Max nodded gravely. “Six months to the day, to be exact. It happened at night. You were in bed, and your parents went to see a newborn in a neighbor’s apartment. When they returned, your mother went to check on you, and found you covered in blood.”

Peter stared at the table, thinking he might be sick.

Max squeezed his arm. “It gets better,” he said.

“How can this story possibly get better?” he half whispered.

“Because now you’re going to hear the truth.”

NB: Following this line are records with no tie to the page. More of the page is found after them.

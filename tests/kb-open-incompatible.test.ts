/** A file that carries hawser's meta rows but not its tables is refused with a clear message. */
import { mkdtempSync, rmSync } from "node:fs";
import { tmpdir } from "node:os";
import { join } from "node:path";
import Database from "better-sqlite3";
import { describe, expect, it } from "vitest";
import { openKb } from "../src/kb/kb.js";
import { KB_FORMAT, SCHEMA_VERSION } from "../src/kb/schema.js";
import { NORMALIZER_VERSION } from "../src/normalize/name.js";
import { InputError } from "../src/util/errors.js";

describe("opening a KB whose tables do not match", () => {
  it("fails with an InputError naming the file and asking for a rebuild", () => {
    const dir = mkdtempSync(join(tmpdir(), "hawser-incompat-"));
    const file = join(dir, "old.kb");
    const db = new Database(file);
    db.exec("CREATE TABLE meta (key TEXT PRIMARY KEY, value TEXT NOT NULL)");
    const put = db.prepare("INSERT INTO meta (key, value) VALUES (?, ?)");
    put.run("format", KB_FORMAT);
    put.run("schema_version", String(SCHEMA_VERSION));
    put.run("normalizer_version", NORMALIZER_VERSION);
    db.close();
    let error: unknown;
    try {
      openKb(file).close();
    } catch (e) {
      error = e;
    }
    expect(error).toBeInstanceOf(InputError);
    expect((error as InputError).file).toBe(file);
    expect((error as Error).message).toMatch(/damaged or was built by an incompatible hawser.*rebuild it/);
    rmSync(dir, { recursive: true, force: true });
  });
});
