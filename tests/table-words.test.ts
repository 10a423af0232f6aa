/**
 * A table's generic name words (src/score/table-words.ts): words so many names carry that they
 * say what an entry is, not which one. An invented table of the gazette's river landings: 120
 * landing stages named "<town> Landing" and 40 wharves named "<town> Wharf", so "landing" (75%
 * of the names) is generic and "wharf" (40 names, under the 100-entity floor) is not.
 */
import { afterAll, beforeAll, describe, expect, it } from "vitest";
import type { Kb } from "../src/kb/kb.js";
import { createLinker, type Linker } from "../src/link/linker.js";
import { isContraction, jaroWinkler } from "../src/score/name-similarity.js";
import { genericWordFor, genericWordsOf } from "../src/score/table-words.js";
import { openTableKb, type TableKb } from "./helpers/table-kb.js";

const HEADS = ["Ash", "Brom", "Carr", "Dun", "Eld", "Fen", "Gor", "Hal", "Ick", "Kel", "Lon", "Mor"];
const TAILS = ["by", "mouth", "ford", "wick", "ham", "ton", "well", "stead", "ley", "more"];
const TOWNS = HEADS.flatMap((h) => TAILS.map((t) => `${h}${t}`)); // 120 invented towns

let table: TableKb;
let kb: Kb;
let linker: Linker;

beforeAll(async () => {
  const rows = [
    "id,name,type,description",
    ...TOWNS.map((town, i) => `L${i},${town} Landing,landing,landing stage at ${town}`),
    ...TOWNS.slice(0, 40).map((town, i) => `W${i},${town} Wharf,wharf,wharf at ${town}`),
  ];
  table = await openTableKb(`${rows.join("\n")}\n`, "hawser-generic-");
  ({ kb, linker } = table);
});

afterAll(() => table.close());

describe("contractions", () => {
  it("keep the first and last letters and at least three letters, in order", () => {
    expect(isContraction("intl", "international")).toBe(true);
    expect(isContraction("rgnl", "regional")).toBe(true);
    expect(isContraction("ldg", "landing")).toBe(true);
    expect(isContraction("saml", "samuel")).toBe(true);
    expect(isContraction("st", "street")).toBe(false); // too short to tell
    expect(isContraction("intl", "intl")).toBe(false); // not shorter
    expect(isContraction("inta", "international")).toBe(false); // last letters differ
    expect(isContraction("ilnt", "international")).toBe(false); // out of order
  });

  it("let a spelled-out or contracted word stand for the table's generic word", () => {
    const generic = new Set(["intl", "landing"]);
    expect(genericWordFor("intl", generic)).toBe("intl");
    expect(genericWordFor("international", generic)).toBe("intl");
    expect(genericWordFor("ldg", generic)).toBe("landing");
    expect(genericWordFor("ashby", generic)).toBeNull();
    expect(genericWordFor("intl", new Set())).toBeNull();
  });

  it("let a singular or plural stand for the table's generic word", () => {
    // OpenFlights' airlines: "Iran Aseman Airline" for the table's "Iran Aseman Airlines".
    const generic = new Set(["airlines", "landing"]);
    expect(genericWordFor("airline", generic)).toBe("airlines");
    expect(genericWordFor("landings", generic)).toBe("landing");
    expect(genericWordFor("airliner", generic)).toBeNull();
  });
});

describe("genericWordsOf", () => {
  it("finds the words carried by 5% of the names and at least 100 entities", () => {
    expect([...genericWordsOf(kb)]).toEqual(["landing"]);
  });
});

describe("linking with generic words", () => {
  it("links a name that lacks the generic word, citing the core match", () => {
    const r = linker.link({ id: "m1", text: "Ashby", type: "FAC" });
    expect(r.entity).toBe("L0");
    expect(r.reasons.map((x) => x.code)).toContain("name-core");
    expect(r.candidates[0]?.features.exactKey).toBeCloseTo(0.6, 5);
  });

  it("reads a contraction of the generic word as the word", () => {
    expect(linker.link({ id: "m2", text: "Bromford Ldg.", type: "FAC" }).entity).toBe("L12");
  });

  it("compares names by their cores, so a shared generic word does not make them alike", () => {
    // Whole, "Kalby Landing" reads much like "Halby Landing"; their cores differ in the first
    // letter, and only the cores are compared.
    const r = createLinker(kb, { top: 5 }).link({ id: "m3", text: "Kalby Landing", type: "FAC" });
    const halby = r.candidates.find((c) => c.name === "Halby Landing");
    expect(halby).toBeDefined();
    expect(jaroWinkler("kalby landing", "halby landing")).toBeGreaterThan(0.9);
    expect(halby!.features.jaroWinkler).toBeCloseTo(jaroWinkler("kalby", "halby"), 3); // rows round to 4 places
    expect(halby!.features.tokenSet).toBe(0);
    expect(halby!.score).toBeLessThan(0.1);
  });

  it("keeps a word that is not generic: a wharf is not the landing of the same town", () => {
    const r = linker.link({ id: "m4", text: "Ashby Wharf", type: "FAC" });
    expect(r.entity).toBe("W0");
    const landing = r.candidates.find((c) => c.entity === "L0");
    expect(landing === undefined || landing.score < 0.5).toBe(true);
  });
});
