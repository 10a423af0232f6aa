import { describe, expect, it } from "vitest";
import { DEFAULT_WEIGHTS } from "../src/score/combine.js";
import { mulberry32 } from "../src/tune/folds.js";
import { choleskySolve, fitLogistic, fitWeights, logisticObjective } from "../src/tune/logistic.js";
import { FEATURE_NAMES } from "../src/types.js";
import { ZERO_FEATURES } from "./eval-helpers.js";

/** Plain gradient descent on the same objective, as an independent check of the Newton solver. */
function gradientDescent(x: number[][], y: number[], l2: number, iterations: number): number[] {
  const d = x[0]!.length;
  const theta = new Array<number>(d + 1).fill(0);
  // Step 1/L with L an upper bound of the gradient's Lipschitz constant: 0.25 * ||[1 X]||_F^2 + l2.
  let frob = 0;
  for (const row of x) frob += 1 + row.reduce((s, v) => s + v * v, 0);
  const step = 1 / (0.25 * frob + l2);
  for (let it = 0; it < iterations; it++) {
    const grad = new Array<number>(d + 1).fill(0);
    for (let i = 0; i < x.length; i++) {
      const row = x[i]!;
      let z = theta[0]!;
      for (let j = 0; j < d; j++) z += theta[j + 1]! * row[j]!;
      const r = 1 / (1 + Math.exp(-z)) - y[i]!;
      grad[0]! += r;
      for (let j = 0; j < d; j++) grad[j + 1]! += r * row[j]!;
    }
    for (let j = 1; j <= d; j++) grad[j]! += l2 * theta[j]!;
    for (let j = 0; j <= d; j++) theta[j]! -= step * grad[j]!;
  }
  return theta;
}

describe("choleskySolve", () => {
  it("solves a symmetric positive-definite system", () => {
    // A = [[4,2,0],[2,5,1],[0,1,3]], v = [1,2,3] -> r = A v = [8, 15, 11]
    const v = choleskySolve(
      [
        [4, 2, 0],
        [2, 5, 1],
        [0, 1, 3],
      ],
      [8, 15, 11],
    );
    for (const [i, value] of v.entries()) expect(value).toBeCloseTo([1, 2, 3][i]!, 12);
    expect(() =>
      choleskySolve(
        [
          [1, 2],
          [2, 1],
        ],
        [1, 1],
      ),
    ).toThrow(/not positive definite/);
  });
});

describe("fitLogistic", () => {
  // One binary feature. x = 0: 1 positive of 4; x = 1: 3 positives of 4.
  const x = [[0], [0], [0], [0], [1], [1], [1], [1]];
  const y = [1, 0, 0, 0, 1, 1, 1, 0];

  it("without penalty reproduces the saturated model's log-odds (hand-checkable)", () => {
    // Unpenalized, a binary feature fits each group's rate exactly:
    // b = logit(1/4) = ln(1/3), b + w = logit(3/4) = ln 3, so w = 2 ln 3.
    const fit = fitLogistic(x, y, { l2: 0 });
    expect(fit.converged).toBe(true);
    expect(fit.intercept).toBeCloseTo(Math.log(1 / 3), 8);
    expect(fit.coefficients[0]!).toBeCloseTo(2 * Math.log(3), 8);
  });

  it("does not penalize the intercept", () => {
    // A huge penalty drives w to 0; the intercept still fits the overall rate 3/8: logit = ln(3/5).
    const y2 = [1, 0, 0, 0, 1, 1, 0, 0];
    const fit = fitLogistic(x, y2, { l2: 1e9 });
    expect(Math.abs(fit.coefficients[0]!)).toBeLessThan(1e-6);
    expect(fit.intercept).toBeCloseTo(Math.log(3 / 5), 6);
  });

  it("agrees with gradient descent on the same L2 objective to 1e-4", () => {
    const random = mulberry32(42);
    const rows: number[][] = [];
    const labels: number[] = [];
    for (let i = 0; i < 60; i++) {
      const row = [random(), random(), random() < 0.3 ? 1 : 0, random()];
      const z = -1 + 2 * row[0]! - 1.5 * row[1]! + row[2]! + (random() - 0.5) * 2;
      rows.push(row);
      labels.push(z > 0 ? 1 : 0);
    }
    const l2 = 1;
    const fit = fitLogistic(rows, labels, { l2 });
    const gd = gradientDescent(rows, labels, l2, 40000);
    expect(fit.converged).toBe(true);
    expect(fit.intercept).toBeCloseTo(gd[0]!, 4);
    for (const [j, c] of fit.coefficients.entries()) expect(Math.abs(c - gd[j + 1]!)).toBeLessThan(1e-4);
    // Newton's optimum is no worse than gradient descent's
    expect(fit.objective).toBeLessThanOrEqual(
      logisticObjective(rows, labels, gd[0]!, gd.slice(1), l2) + 1e-12,
    );
  });

  it("is deterministic and rejects bad input", () => {
    expect(fitLogistic(x, y)).toEqual(fitLogistic(x, y));
    expect(() => fitLogistic(x, y.slice(1))).toThrow(/8 rows but 7 labels/);
    expect(() => fitLogistic([[0]], [2])).toThrow(/expected 0 or 1/);
    expect(() => fitLogistic(x, y, { l2: -1 })).toThrow(/l2 must be/);
  });
});

describe("fitWeights", () => {
  it("maps coefficients to the named features", () => {
    const pairs = [0, 1, 2, 3, 4, 5].map((i) => ({
      features: { ...ZERO_FEATURES, exactKey: i % 2, context: i / 5 },
      label: (i % 2) as 0 | 1,
    }));
    const { weights } = fitWeights(pairs);
    expect(Object.keys(weights.features)).toEqual([...FEATURE_NAMES]);
    expect(weights.features.exactKey).toBeGreaterThan(1);
    // A feature that is 0 on every pair says nothing: it keeps its default weight (or the one given).
    expect(weights.features.jaroWinkler).toBe(DEFAULT_WEIGHTS.features.jaroWinkler);
    expect(weights.features.nearSpelling).toBe(DEFAULT_WEIGHTS.features.nearSpelling);
    const unseen = { ...DEFAULT_WEIGHTS.features, jaroWinkler: 1.25 };
    expect(fitWeights(pairs, {}, unseen).weights.features.jaroWinkler).toBe(1.25);
  });
});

His head snapped. “Which is what?”

“While your mother tended to you, your father went onto the fire escape outside your bedroom. Finding more blood, he followed it down to an alley. It was there that he found your victim, who’d been beaten around the face and had died from loss of blood.”

“How awful.”

“Stop flogging yourself. I said it got better, didn’t I?”

“Sorry.”

“The man in the alley reminded your father of your victim in Hyde Park. Both men were physically large, in their early thirties, and rough looking. That bothered your father, yet he was still unable to make the connection. He decided to move the body before someone discovered it, and called me for help.”